But here's what didn't happen: the student never struggled. And struggling, it turns out, is where most of the learning actually lives. Cognitive scientists call this desirable difficulty — the idea that mild frustration and mental effort are not obstacles to learning but the actual engine of it. When an AI removes the difficulty, it removes the learning.
This is not a flaw unique to Khanmigo. It shows up in almost every AI tutor that prioritizes being helpful over being educationally effective. The AI is optimized to produce a satisfied user. The student's brain is trying to build a durable skill. Those two goals are not the same thing — and they sometimes directly conflict.
If an AI tutor makes a student feel confident and satisfied — but they're actually learning less — is that a harm? Who is responsible: the student, the teacher who assigned the tool, or the company that built it?
There's a second problem closely related to the first. Most AI tutors are designed to be encouraging. They say things like "Great effort!" and "You're almost there!" and "Nice thinking!" This is not an accident — it's a deliberate design choice, because early testing showed that students disengaged when the AI felt too harsh or cold.
But researchers who study feedback quality have found that vague positive feedback — "good job!" without specifics — does almost nothing to help a student improve. Worse, it can inflate a student's sense of how well they understand something. A student who gets told "great thinking!" after writing a wrong answer has now been actively misled.
Real feedback has to include three things that most AI tutors get wrong: it has to be specific (pointing to exactly what was right or wrong), timely (before the student moves on), and actionable (telling the student what to do differently). "Great effort!" is none of these things.
The researchers Dylan Wiliam and Paul Black established this framework in their landmark 1998 study Inside the Black Box, which found that quality formative feedback — feedback given during learning, not just after — had the largest measurable effect on student achievement of any teaching practice studied. AI tutors, despite having the technical ability to deliver exactly this kind of feedback, often choose comfort over rigor.
Next time you use any AI study tool and it says "Great!" or "You're on the right track!" — you now know what that means. It means the AI prioritized your comfort over your improvement. That's a design decision, and it was made by a human who chose that trade-off on your behalf.
Every AI tutor is built on a model of what students are. That model is usually invisible — nobody writes it down — but you can reverse-engineer it by looking at what the system does. When Khanmigo gives you the next step the moment you ask, its hidden model says: students want to succeed at problems, and success feels good, and that's what matters.
A different model would say: students are trying to build durable skills that will survive a test next month, and discomfort now means capability later. That model would produce a very different tool — one that waits longer before helping, that gives less complete hints, that maybe says "try it one more time before I tell you anything."

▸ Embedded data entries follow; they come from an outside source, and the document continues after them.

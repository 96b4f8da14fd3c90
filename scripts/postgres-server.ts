/**
 * A private PostgreSQL server for tests: Debian's binaries, a data folder of its own under `.tmp`,
 * a free port on 127.0.0.1, no Unix socket, trust authentication for the local user `postgres`.
 * Tuned for throw-away data (no fsync). Run as root, the server runs as the `postgres` system user
 * (PostgreSQL refuses to run as root).
 */
import { execFileSync, spawnSync } from 'node:child_process';
import fs from 'node:fs';
import net from 'node:net';
import os from 'node:os';
import path from 'node:path';

/** A running private server. */
export interface PostgresServer {
  /** `postgres://postgres@127.0.0.1:PORT/postgres` */
  url: string;
  port: number;
  /** The postmaster's process id (its backends are its children). */
  pid: number;
  stop(): void;
}

/** The folder of Debian's PostgreSQL binaries (newest version), or null when not installed. */
export function postgresBinDir(): string | null {
  const root = '/usr/lib/postgresql';
  if (!fs.existsSync(root)) return null;
  const versions = fs
    .readdirSync(root)
    .filter((v) => fs.existsSync(path.join(root, v, 'bin', 'pg_ctl')))
    .sort((a, b) => Number(b) - Number(a));
  return versions.length ? path.join(root, versions[0]!, 'bin') : null;
}

function freePort(): Promise<number> {
  return new Promise((resolve) => {
    const s = net.createServer().listen(0, '127.0.0.1', () => {
      const p = (s.address() as net.AddressInfo).port;
      s.close(() => resolve(p));
    });
  });
}

/** Initialises `wantedDir` (anew; a folder under /tmp when the postgres user cannot reach it) and starts a server on a free port; resolves when it accepts connections. */
export async function startPostgres(wantedDir: string): Promise<PostgresServer> {
  const bin = postgresBinDir();
  if (!bin) throw new Error('PostgreSQL binaries not found under /usr/lib/postgresql (apt-get install postgresql)');
  const isRoot = process.getuid?.() === 0;
  const as = (cmd: string, args: string[]) =>
    (isRoot ? ['runuser', ['-u', 'postgres', '--', cmd, ...args]] : [cmd, args]) as [string, string[]];
  let dataDir = wantedDir;
  fs.rmSync(dataDir, { recursive: true, force: true });
  fs.mkdirSync(dataDir, { recursive: true });
  if (isRoot) {
    execFileSync('chown', ['-R', 'postgres:postgres', dataDir]);
    // The checkout may sit where the postgres user cannot reach (a private home folder): use /tmp then.
    const [c, a] = as('test', ['-w', dataDir]);
    if (spawnSync(c, a).status !== 0) {
      dataDir = fs.mkdtempSync(path.join(os.tmpdir(), 'trailframe-postgres-'));
      execFileSync('chown', ['-R', 'postgres:postgres', dataDir]);
    }
  }
  const run = (cmd: string, args: string[]) => {
    const [c, a] = as(path.join(bin, cmd), args);
    const r = spawnSync(c, a, { encoding: 'utf8' });
    if (r.status !== 0) throw new Error(`${cmd} failed: ${r.stderr || r.stdout}`);
  };
  run('initdb', ['-D', dataDir, '-U', 'postgres', '--auth=trust', '-E', 'UTF8', '--no-sync', '--locale=C']);
  const port = await freePort();
  const options = [
    `-p ${port}`,
    "-k ''",
    '-c listen_addresses=127.0.0.1',
    '-c fsync=off',
    '-c synchronous_commit=off',
    '-c full_page_writes=off',
    '-c max_connections=400',
    '-c shared_buffers=64MB',
  ].join(' ');
  run('pg_ctl', ['-D', dataDir, '-o', options, '-l', path.join(dataDir, 'server.log'), '-w', '-t', '60', 'start']);
  return {
    port,
    pid: Number(fs.readFileSync(path.join(dataDir, 'postmaster.pid'), 'utf8').split('\n')[0]),
    url: `postgres://postgres@127.0.0.1:${port}/postgres`,
    stop() {
      const [c, a] = as(path.join(bin, 'pg_ctl'), ['-D', dataDir, '-m', 'fast', '-w', 'stop']);
      spawnSync(c, a, { stdio: 'ignore' });
      if (dataDir !== wantedDir) fs.rmSync(dataDir, { recursive: true, force: true });
    },
  };
}
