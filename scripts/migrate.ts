import { loadConfig } from '../server/config';
import { createDb, dbTarget, migrate } from '../server/db/knex';

const db = createDb(dbTarget(loadConfig()));
const applied = await migrate(db);
console.log(applied.length ? `Applied: ${applied.join(', ')}` : 'Database is up to date.');
await db.destroy();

The decision about which model to use is a design decision. Someone made it. It was probably made by a product team that was measured on engagement metrics — how long students spent in the app, how many problems they completed, whether they came back tomorrow. Those metrics capture satisfaction. They don't capture whether the student learned anything that lasted.
You are now in a position to see this clearly. When you look at an AI tutor — any AI tutor — the question to ask is not "does it feel helpful?" The question is: whose model of learning did the designers embed in it, and is that model correct?

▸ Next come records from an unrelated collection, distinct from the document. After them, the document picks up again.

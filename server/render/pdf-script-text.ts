import { needsScriptFonts, SCRIPT_FONTS, splitRuns } from './script-fonts';

/** The parts of a pdfkit font and document this module reaches into (pdfkit has no font fallback of its own). */
interface PdfFont {
  name: string;
  ascender: number;
  font?: { hasGlyphForCodePoint(cp: number): boolean };
}
interface PdfDoc {
  _font: PdfFont;
  _fontSize: number;
  _fontSource: unknown;
  _fontFamily: unknown;
  font(name: string): unknown;
  registerFont(name: string, src: string): unknown;
  widthOfString(text: string, options?: { characterSpacing?: number }): number;
  _fragment(text: string, x: number, y: number, options: FragmentOptions): void;
}
interface FragmentOptions {
  align?: string;
  width?: number;
  lineWidth?: number;
  textWidth?: number;
  wordCount?: number;
  baseline?: number | string;
  characterSpacing?: number;
  [key: string]: unknown;
}

/**
 * Teaches a pdfkit document to print names and captions in Chinese, Japanese, Hebrew and Arabic:
 * each line (pdfkit's `_fragment`) and each measure (`widthOfString`, which wrapping and
 * `heightOfString` use) is split into runs by which face covers each character ({@link splitRuns}),
 * so a run in another script goes out in its bundled face, measured as drawn, with its own
 * ToUnicode map (the text layer keeps every character). Text Source Sans 3 covers takes pdfkit's own
 * path untouched; the script faces are registered here but opened only when a line needs one.
 */
export function addScriptFallback(pdf: unknown): void {
  const doc = pdf as PdfDoc;
  for (const f of SCRIPT_FONTS) {
    doc.registerFont(`${f.name} regular`, f.regular);
    doc.registerFont(`${f.name} bold`, f.bold);
  }
  const width = doc.widthOfString.bind(doc);
  const fragment = doc._fragment.bind(doc);

  /** Runs `fn` with `face` as the current font, then puts the caller's font back. */
  const withFont = <T>(face: string | PdfFont, fn: () => T): T => {
    const saved = { _font: doc._font, _fontSource: doc._fontSource, _fontFamily: doc._fontFamily };
    if (typeof face === 'string') doc.font(face);
    else doc._font = face;
    try {
      return fn();
    } finally {
      Object.assign(doc, saved);
    }
  };
  /** A script face of this document, opened (read and parsed) on first use. */
  const opened = new Map<string, PdfFont>();
  const scriptFace = (i: number, weight: 'regular' | 'bold'): PdfFont => {
    const key = `${SCRIPT_FONTS[i]!.name} ${weight}`;
    let face = opened.get(key);
    if (!face) opened.set(key, (face = withFont(key, () => doc._font)));
    return face;
  };
  const runsOf = (text: string) => {
    const base = doc._font;
    if (!base.font || !needsScriptFonts(text)) return undefined;
    const weight = /bold|semibold|black|heavy/i.test(base.name) ? 'bold' : 'regular';
    const covers = [
      (cp: number) => base.font!.hasGlyphForCodePoint(cp),
      ...SCRIPT_FONTS.map((f, i) => (cp: number) => f.claims(cp) && !!scriptFace(i, weight).font?.hasGlyphForCodePoint(cp)),
    ];
    const runs = splitRuns(text, covers);
    return { base, runs: runs.map((r) => ({ ...r, face: r.font === 0 ? base : scriptFace(r.font - 1, weight) })) };
  };

  doc.widthOfString = (text, options = {}) => {
    const split = runsOf(text);
    if (!split) return width(text, options);
    const sum = split.runs.reduce((w, r) => w + withFont(r.face, () => width(r.text, options)), 0);
    return sum + (options.characterSpacing ?? 0) * (split.runs.length - 1);
  };

  doc._fragment = (text, x, y, options) => {
    const split = runsOf(`${text}`.replace(/\n/g, ''));
    if (!split) return fragment(text, x, y, options);
    if (options.width) {
      if (options.align === 'right') x += (options.lineWidth ?? 0) - doc.widthOfString(`${text}`.replace(/\s+$/, ''), options);
      else if (options.align === 'center')
        x += (options.lineWidth ?? 0) / 2 - (options.textWidth ?? doc.widthOfString(`${text}`, options)) / 2;
    }
    // Every run sits on the line's own baseline (pdfkit would otherwise hang each face by its own ascender).
    const top = options.baseline === undefined || options.baseline === 'top';
    const baseline = top ? -((split.base.ascender / 1000) * doc._fontSize) : options.baseline;
    for (const run of split.runs) {
      const w = withFont(run.face, () => width(run.text, options));
      const trimmed = run.text.trim();
      withFont(run.face, () =>
        fragment(run.text, x, y, {
          ...options,
          align: 'left',
          baseline,
          textWidth: w,
          wordCount: trimmed ? trimmed.split(/\s+/).length : 0,
        }),
      );
      x += w + (options.characterSpacing ?? 0);
    }
  };
}
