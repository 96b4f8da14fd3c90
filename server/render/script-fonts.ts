import bidiFactory from 'bidi-js';
import { createRequire } from 'node:module';
import path from 'node:path';

/**
 * Bundled faces for scripts Source Sans 3 does not cover (npm @embedpdf/fonts-*, Noto, SIL OFL):
 * Chinese and Japanese (one Noto Sans S Chinese face, which also has kana and Japanese kanji),
 * Hebrew and Arabic. They are opened only when a string needs them, so Latin documents cost nothing more.
 */
const require = createRequire(import.meta.url);
const fontsDir = (pkg: string) => path.join(path.dirname(require.resolve(pkg)), '..', 'fonts');

/** A fallback face: which code points send text to it, and its files by weight. */
export interface ScriptFont {
  /** pdfkit registration name and canvas family name. */
  readonly name: string;
  /** Whether the face is the one to try for a code point (its script's blocks; the face's own cmap decides after). */
  readonly claims: (cp: number) => boolean;
  readonly regular: string;
  readonly bold: string;
}

const inRanges = (ranges: readonly (readonly [number, number])[]) => (cp: number) => ranges.some(([a, b]) => cp >= a && cp <= b);

export const SCRIPT_FONTS: readonly ScriptFont[] = [
  {
    name: 'Trailframe Hebrew',
    claims: inRanges([
      [0x0590, 0x05ff],
      [0xfb1d, 0xfb4f],
    ]),
    regular: path.join(fontsDir('@embedpdf/fonts-hebrew'), 'NotoSansHebrew-Regular.ttf'),
    bold: path.join(fontsDir('@embedpdf/fonts-hebrew'), 'NotoSansHebrew-Bold.ttf'),
  },
  {
    name: 'Trailframe Arabic',
    claims: inRanges([
      [0x0600, 0x06ff],
      [0x0750, 0x077f],
      [0x08a0, 0x08ff],
      [0xfb50, 0xfdff],
      [0xfe70, 0xfeff],
    ]),
    regular: path.join(fontsDir('@embedpdf/fonts-arabic'), 'NotoNaskhArabic-Regular.ttf'),
    bold: path.join(fontsDir('@embedpdf/fonts-arabic'), 'NotoNaskhArabic-Bold.ttf'),
  },
  {
    // One 8 MB face for both weights: bold CJK would load a second 8 MB file for a heading.
    name: 'Trailframe CJK',
    claims: inRanges([
      [0x2e80, 0x9fff],
      [0xf900, 0xfaff],
      [0xfe30, 0xfe4f],
      [0xff00, 0xffef],
      [0x20000, 0x2ffff],
    ]),
    regular: path.join(fontsDir('@embedpdf/fonts-sc'), 'NotoSansHans-Regular.otf'),
    bold: path.join(fontsDir('@embedpdf/fonts-sc'), 'NotoSansHans-Regular.otf'),
  },
];

/** Whether any code point of `text` belongs to a {@link SCRIPT_FONTS} script (a fast test for the Latin path). */
export function needsScriptFonts(text: string): boolean {
  for (const ch of text) {
    const cp = ch.codePointAt(0)!;
    if (cp >= 0x0590 && SCRIPT_FONTS.some((f) => f.claims(cp))) return true;
  }
  return false;
}

/** A piece of text drawn with one face: `font` is the index into the faces given to {@link splitRuns}. */
export interface TextRun {
  text: string;
  font: number;
  /** Whether the piece is right-to-left (its letters go right to left; fontkit lays RTL scripts out so itself). */
  rtl: boolean;
}

const RTL_CHAR = /[\u0590-\u08ff\ufb1d-\ufdff\ufe70-\ufeff]/;
/** Marks, joiners and variation selectors: drawn with the face of the character before. */
const joinsPrevious = (cp: number) =>
  cp === 0x200c || cp === 0x200d || (cp >= 0xfe00 && cp <= 0xfe0f) || /^\p{M}$/u.test(String.fromCodePoint(cp));

let bidi: ReturnType<typeof bidiFactory> | undefined;

/**
 * Splits one line of text into runs in visual (left-to-right drawing) order, each drawn with the
 * first face that has its characters: `covers[i](cp)` tells whether face i has a glyph (face 0 is the
 * document's own, and takes what no face has). Marks and joiners stay with the character before.
 * Right-to-left text is ordered by the Unicode bidirectional algorithm (bidi-js); a right-to-left run
 * of letters keeps logical order (the font engine reverses and joins it), other right-to-left runs
 * (punctuation between Hebrew words) are reversed here with mirrored brackets.
 */
export function splitRuns(text: string, covers: readonly ((cp: number) => boolean)[]): TextRun[] {
  const units: { start: number; end: number; font: number }[] = [];
  for (let i = 0; i < text.length;) {
    const cp = text.codePointAt(i)!;
    const len = cp > 0xffff ? 2 : 1;
    let font = 0;
    if (units.length && joinsPrevious(cp)) font = units[units.length - 1]!.font;
    else if (!covers[0]!(cp))
      font = Math.max(
        0,
        covers.findIndex((c, f) => f > 0 && c(cp)),
      );
    units.push({ start: i, end: i + len, font });
    i += len;
  }
  const rtl = RTL_CHAR.test(text);
  let levels: Uint8Array | undefined;
  let mirrored: Map<number, string> | undefined;
  if (rtl) {
    bidi ??= bidiFactory();
    const embedding = bidi.getEmbeddingLevels(text);
    levels = embedding.levels;
    mirrored = bidi.getMirroredCharactersMap(text, embedding.levels);
  }
  const level = (i: number) => levels?.[i] ?? 0;
  const runs: (TextRun & { level: number; start: number })[] = [];
  for (const u of units) {
    const last = runs[runs.length - 1];
    if (last && last.font === u.font && last.level === level(u.start)) last.text += text.slice(u.start, u.end);
    else
      runs.push({ text: text.slice(u.start, u.end), font: u.font, rtl: level(u.start) % 2 === 1, level: level(u.start), start: u.start });
  }
  if (!rtl) return runs.map(({ text: t, font, rtl: r }) => ({ text: t, font, rtl: r }));
  // Rule L2: from the highest level down to the lowest odd one, reverse every stretch at that level or above.
  const max = Math.max(...runs.map((r) => r.level));
  const lowestOdd = Math.min(...runs.map((r) => r.level).filter((l) => l % 2 === 1));
  for (let l = max; l >= lowestOdd; l--) {
    for (let i = 0; i < runs.length;) {
      if (runs[i]!.level < l) {
        i++;
        continue;
      }
      let j = i;
      while (j < runs.length && runs[j]!.level >= l) j++;
      runs.splice(i, j - i, ...runs.slice(i, j).reverse());
      i = j;
    }
  }
  return runs.map((r) => {
    if (!r.rtl || RTL_CHAR.test(r.text)) return { text: r.text, font: r.font, rtl: r.rtl };
    const chars = [...r.text].map((ch, k) => mirrored!.get(r.start + k) ?? ch);
    return { text: chars.reverse().join(''), font: r.font, rtl: true };
  });
}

You've just been hired to audit an AI tutoring company before they launch in schools. Your job is to find the hidden design assumptions in their product — the choices that affect learning but that the marketing never mentions.
The AI you're talking to is a fellow auditor who thinks differently than you. Push your thinking. Take a position and defend it.

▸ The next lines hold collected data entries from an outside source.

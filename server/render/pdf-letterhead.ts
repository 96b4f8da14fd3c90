import type PDFDocument from 'pdfkit';
import type { LogoImage } from '../clinic/clinic-brand';

/** Largest box a logo takes in a PDF header (points). */
export const PDF_LOGO_BOX = { width: 140, height: 48 } as const;

/**
 * Draws the clinic's logo at the top-right corner of the page's text area, fitted into
 * {@link PDF_LOGO_BOX} (its transparency kept: pdfkit embeds the PNG's alpha as a soft mask).
 * Answers the width it takes, so the header text can leave room.
 */
export function drawLogoTopRight(doc: PDFKit.PDFDocument, logo: LogoImage | null, top: number): number {
  if (!logo || logo.width <= 0 || logo.height <= 0) return 0;
  const scale = Math.min(PDF_LOGO_BOX.width / logo.width, PDF_LOGO_BOX.height / logo.height);
  const w = logo.width * scale;
  const h = logo.height * scale;
  const right = doc.page.width - doc.page.margins.right;
  const { x, y } = doc;
  doc.image(logo.png, right - w, top, { width: w, height: h });
  doc.x = x;
  doc.y = y;
  return w + 12;
}

export type { PDFDocument };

In 2018, Carnegie Learning — a company that had been building AI math tutors since the late 1990s, founded by cognitive scientists at Carnegie Mellon University — released data from a large-scale study of their flagship product, MATHia. The results were complicated.
MATHia used a technique called Bayesian Knowledge Tracing to track what each student knew. Every time a student answered correctly, the system updated its internal model: slightly more confident the student had mastered this skill. Every wrong answer nudged the model downward. After enough correct answers in a row, the system declared: mastered. Move on.
But classroom teachers kept reporting the same problem: students the system declared "mastered" were failing on their state exams — especially on fraction concepts. Something in the model was wrong. The system thought it knew the student. It did not.
A student model is the AI's internal representation of what a learner knows. It's a kind of running profile: skill by skill, the system tracks your history of correct and incorrect answers and builds a probability estimate. "There is a 78% chance this student has mastered long division." When the probability crosses a threshold, the system moves on.
This sounds rigorous. It's actually fragile in several specific ways. The first problem is what researchers call gaming. Students quickly learn — often without consciously realizing it — that getting three correct answers in a row moves the system forward. So they try until they luck into three in a row. The system declares mastery. The student has learned almost nothing except how to get out of the problem set.
The second problem is transfer. Knowing how to do a fraction problem inside MATHia's specific interface, with its specific visual layout and hint system, does not guarantee knowing fractions. When the state exam presents the same concept in a different format, with no hints, some students collapse. The student model measured performance in one narrow context and called it knowledge.
If a student model says a child has mastered a skill, and the teacher trusts that data, and the child hasn't actually mastered it — who failed that child? The AI? The teacher? The school district that chose the product? And does the answer to that question matter?
When Carnegie Learning's researchers dug into the fraction failure data, they found something important: the students who failed weren't failing because they'd forgotten the skill. They were failing because they'd never actually generalized it. They could do the specific type of problem MATHia presented. They couldn't apply the underlying concept to a new context.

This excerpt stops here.